[Items listed in a dataset]
§ §
def _exists(path: Path) -> bool:
    """Whether anything is at ``path``; a path this user cannot look at is refused in words."""
    try:
        os.lstat(path)
    except FileNotFoundError:
        return False
    except OSError as exc:  # e.g. a folder on the path that this user cannot search
        raise StoreError(f"cannot write {path}: {exc.strerror}") from None
    return True


def _refuse_unless_demo(path: Path) -> None:
    """Refuse to replace ``path`` unless nothing is there or it is a book ``demo`` wrote.

    A demo book holds only rows entered as ``DEMO_WHO`` from the demo's own sources, the demo's
    underlyings and books, and no import; anything else is someone's data, which ``--force``
    must not destroy."""
    if not _exists(path):
        return
    why = _not_demo(path)
    if why is not None:
        raise StoreError(
            f"{path} is not a demo book ({why}); --force replaces only a book that `blotter "
            "demo` wrote. Nothing was written: choose another --out, or move the file away "
            "yourself"
        )


def _not_demo(path: Path) -> str | None:
    """Why the file at ``path`` is not a demo book, in words, or None when it is one."""
    import sqlite3
    from urllib.parse import quote

    from blotter.store import APPLICATION_ID

    if not path.is_file() or path.is_symlink():
        return "it is not a regular file"
    # With no -wal beside it no connection has the book open (a blotter book is always in WAL
    # mode), so it is read as immutable: a read-only open would leave -wal and -shm behind.
    idle = not os.path.lexists(f"{path}-wal")
    mode = "ro&immutable=1" if idle else "ro"
    try:
        conn = sqlite3.connect(f"file:{quote(str(path.absolute()))}?mode={mode}", uri=True)
    except sqlite3.Error as exc:
        return f"SQLite cannot open it: {exc}"
    try:
        if conn.execute("PRAGMA application_id").fetchone()[0] != APPLICATION_ID:
            return "it is not a blotter book"
        tables = {r[0] for r in conn.execute("SELECT name FROM sqlite_master WHERE type = 'table'")}
        demo = (DEMO_WHO,)
        counts = {
            "trades": "SELECT count(*) FROM trade WHERE who <> ? OR source <> 'demo'",
            "cancels": "SELECT count(*) FROM trade_cancel WHERE who <> ?",
            "mark sets": "SELECT count(*) FROM mark_set WHERE who <> ? OR source <> 'demo'",
            "notes": "SELECT count(*) FROM desk_note WHERE who <> ?",
        }
        found = [
            f"{n} {what}"
            for what, sql in counts.items()
            if (n := conn.execute(sql, demo).fetchone()[0])
        ]
        if (
            "import_file" in tables
            and conn.execute("SELECT count(*) FROM import_file").fetchone()[0]
        ):
            found.append("imported files")
        symbols = {r[0] for r in conn.execute("SELECT symbol FROM underlying")}
        if extra := sorted(symbols - {u.symbol for u in UNDERLYINGS}):
            found.append(f"underlyings {', '.join(extra)}")
        books = {r[0] for r in conn.execute("SELECT name FROM book")}
        if extra := sorted(books - {u.book for u in UNDERLYINGS}):
            found.append(f"books {', '.join(extra)}")
    except (sqlite3.Error, UnicodeDecodeError) as exc:
        return f"it cannot be read as a blotter book: {exc}"
    finally:
        conn.close()
    if found:
        return "it holds " + "; ".join(found) + " not written by `blotter demo`"
    return None
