"""Every command has help text and is mentioned in README.md."""

from __future__ import annotations

from pathlib import Path

import click
from click.testing import CliRunner

from blotter.cli import main

README = (Path(__file__).resolve().parents[2] / "README.md").read_text(encoding="utf-8")


def _walk(group: click.Group, prefix: str) -> list[tuple[str, click.Command]]:
    out: list[tuple[str, click.Command]] = []
    for name, cmd in sorted(group.commands.items()):
        full = f"{prefix} {name}"
        out.append((full, cmd))
        if isinstance(cmd, click.Group):
            out.extend(_walk(cmd, full))
    return out


def test_every_command_has_help_and_a_readme_mention() -> None:
    commands = _walk(main, "blotter")
    assert commands, "the group has no commands"
    for full, cmd in commands:
        assert (cmd.help or "").strip(), f"{full} has no help text"
        assert full in README, f"{full} is not mentioned in README.md"
        result = CliRunner().invoke(main, full.split()[1:] + ["--help"], catch_exceptions=False)
        assert result.exit_code == 0, f"{full} --help failed: {result.output}"


def test_group_help_lists_every_command() -> None:
    result = CliRunner().invoke(main, ["--help"], catch_exceptions=False)
    assert result.exit_code == 0
    listed = {line.split()[0] for line in result.output.split("Commands:")[1].splitlines() if line}
    for name, cmd in main.commands.items():
        assert (name in listed) is not cmd.hidden, f"{name}: hidden={cmd.hidden}"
§ §
## The problem
Retype the entries exactly, including every line.

## Problem solution
def _exists(path: Path) -> bool:
    """Whether anything is at ``path``; a path this user cannot look at is refused in words."""
    try:
        os.lstat(path)
    except FileNotFoundError:
        return False
    except OSError as exc:  # e.g. a folder on the path that this user cannot search
        raise StoreError(f"cannot write {path}: {exc.strerror}") from None
    return True


def _refuse_unless_demo(path: Path) -> None:
    """Refuse to replace ``path`` unless nothing is there or it is a book ``demo`` wrote.

    A demo book holds only rows entered as ``DEMO_WHO`` from the demo's own sources, the demo's
    underlyings and books, and no import; anything else is someone's data, which ``--force``
    must not destroy."""
    if not _exists(path):
        return
    why = _not_demo(path)
    if why is not None:
        raise StoreError(
            f"{path} is not a demo book ({why}); --force replaces only a book that `blotter "
            "demo` wrote. Nothing was written: choose another --out, or move the file away "
            "yourself"
        )


def _not_demo(path: Path) -> str | None:
    """Why the file at ``path`` is not a demo book, in words, or None when it is one."""
    import sqlite3
    from urllib.parse import quote

    from blotter.store import APPLICATION_ID

    if not path.is_file() or path.is_symlink():
        return "it is not a regular file"
    # With no -wal beside it no connection has the book open (a blotter book is always in WAL
    # mode), so it is read as immutable: a read-only open would leave -wal and -shm behind.
    idle = not os.path.lexists(f"{path}-wal")
    mode = "ro&immutable=1" if idle else "ro"
    try:
        conn = sqlite3.connect(f"file:{quote(str(path.absolute()))}?mode={mode}", uri=True)
    except sqlite3.Error as exc:
        return f"SQLite cannot open it: {exc}"
    try:
        if conn.execute("PRAGMA application_id").fetchone()[0] != APPLICATION_ID:
            return "it is not a blotter book"
        tables = {r[0] for r in conn.execute("SELECT name FROM sqlite_master WHERE type = 'table'")}
        demo = (DEMO_WHO,)
        counts = {
            "trades": "SELECT count(*) FROM trade WHERE who <> ? OR source <> 'demo'",
            "cancels": "SELECT count(*) FROM trade_cancel WHERE who <> ?",
            "mark sets": "SELECT count(*) FROM mark_set WHERE who <> ? OR source <> 'demo'",
            "notes": "SELECT count(*) FROM desk_note WHERE who <> ?",
        }
        found = [
            f"{n} {what}"
            for what, sql in counts.items()
            if (n := conn.execute(sql, demo).fetchone()[0])
        ]
        if (
            "import_file" in tables
            and conn.execute("SELECT count(*) FROM import_file").fetchone()[0]
        ):
            found.append("imported files")
        symbols = {r[0] for r in conn.execute("SELECT symbol FROM underlying")}
        if extra := sorted(symbols - {u.symbol for u in UNDERLYINGS}):
            found.append(f"underlyings {', '.join(extra)}")
        books = {r[0] for r in conn.execute("SELECT name FROM book")}
        if extra := sorted(books - {u.book for u in UNDERLYINGS}):
            found.append(f"books {', '.join(extra)}")
    except (sqlite3.Error, UnicodeDecodeError) as exc:
        return f"it cannot be read as a blotter book: {exc}"
    finally:
        conn.close()
    if found:
        return "it holds " + "; ".join(found) + " not written by `blotter demo`"
    return None
"""Every command has help text and is mentioned in README.md."""

from __future__ import annotations

from pathlib import Path

import click
from click.testing import CliRunner

from blotter.cli import main

README = (Path(__file__).resolve().parents[2] / "README.md").read_text(encoding="utf-8")


def _walk(group: click.Group, prefix: str) -> list[tuple[str, click.Command]]:
    out: list[tuple[str, click.Command]] = []
    for name, cmd in sorted(group.commands.items()):
        full = f"{prefix} {name}"
        out.append((full, cmd))
        if isinstance(cmd, click.Group):
            out.extend(_walk(cmd, full))
    return out


def test_every_command_has_help_and_a_readme_mention() -> None:
    commands = _walk(main, "blotter")
    assert commands, "the group has no commands"
    for full, cmd in commands:
        assert (cmd.help or "").strip(), f"{full} has no help text"
        assert full in README, f"{full} is not mentioned in README.md"
        result = CliRunner().invoke(main, full.split()[1:] + ["--help"], catch_exceptions=False)
        assert result.exit_code == 0, f"{full} --help failed: {result.output}"


def test_group_help_lists_every_command() -> None:
    result = CliRunner().invoke(main, ["--help"], catch_exceptions=False)
    assert result.exit_code == 0
    listed = {line.split()[0] for line in result.output.split("Commands:")[1].splitlines() if line}
    for name, cmd in main.commands.items():
        assert (name in listed) is not cmd.hidden, f"{name}: hidden={cmd.hidden}"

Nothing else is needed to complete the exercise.